* _To do_
Which lines of the records contain "import"? Collect every one of them.

* _Data for the task_
+ + + +

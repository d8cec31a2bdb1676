import { MemberEmail } from './member.ts';
import { z } from './zod.ts';

export const MIN_PASSWORD_LENGTH = 10;
export const MAX_PASSWORD_LENGTH = 128;

export const Password = z
  .string()
  .min(MIN_PASSWORD_LENGTH, `A password has at least ${MIN_PASSWORD_LENGTH} characters.`)
  .max(MAX_PASSWORD_LENGTH, `A password has up to ${MAX_PASSWORD_LENGTH} characters.`);

export const PersonName = z
  .string()
  .trim()
  .min(1, 'Give a name: the record and the memos carry it.')
  .max(120, 'A name has up to 120 characters.');

/** The person signed in. `version` is the ETag of the name, for stale writes. */
export const Account = z
  .object({
    userId: z.string(),
    name: z.string(),
    email: z.string(),
    administrator: z.boolean(),
    version: z.int(),
  })
  .meta({ id: 'Account' });
export type Account = z.infer<typeof Account>;

export const AccountPatch = z
  .strictObject({ name: PersonName, version: z.int().optional() })
  .meta({ id: 'AccountPatch' });
export type AccountPatch = z.infer<typeof AccountPatch>;

/** A key for scripts. `start` are its first characters, so that its owner can tell keys apart. */
export const PersonalKey = z
  .object({
    id: z.uuid(),
    name: z.string(),
    start: z.string(),
    createdAt: z.iso.datetime(),
    lastUsedAt: z.iso.datetime().nullable(),
  })
  .meta({ id: 'PersonalKey' });
export type PersonalKey = z.infer<typeof PersonalKey>;

export const PersonalKeyList = z.object({ items: z.array(PersonalKey), total: z.int() });
export type PersonalKeyList = z.infer<typeof PersonalKeyList>;

export const PersonalKeyInput = z
  .strictObject({
    name: z
      .string()
      .trim()
      .min(1, 'Say what the key is for.')
      .max(60, 'A key’s name has up to 60 characters.'),
  })
  .meta({ id: 'PersonalKeyInput' });
export type PersonalKeyInput = z.infer<typeof PersonalKeyInput>;

/** The one answer that carries the key itself. */
export const MadeKey = PersonalKey.extend({ key: z.string() }).meta({ id: 'MadeKey' });
export type MadeKey = z.infer<typeof MadeKey>;

/** What whoever holds an invitation's link sends. `email` only with the first administrator's link. */
export const Acceptance = z
  .strictObject({ name: PersonName, password: Password, email: MemberEmail.optional() })
  .meta({ id: 'Acceptance' });
export type Acceptance = z.infer<typeof Acceptance>;

/** The forms of the pages before sign-in; better-auth's endpoints take what they send. */
export const SignInForm = z.object({
  email: MemberEmail,
  password: z.string().min(1, 'Give the password.'),
});
export const SignUpForm = z.object({ name: PersonName, email: MemberEmail, password: Password });
export const ForgottenForm = z.object({ email: MemberEmail });
export const ResetForm = z.object({ newPassword: Password });
export const PasswordForm = z.object({
  currentPassword: z.string().min(1, 'Give the present password.'),
  newPassword: Password,
});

+ + + +

* _Task output_
import { MemberEmail } from './member.ts';
import { z } from './zod.ts';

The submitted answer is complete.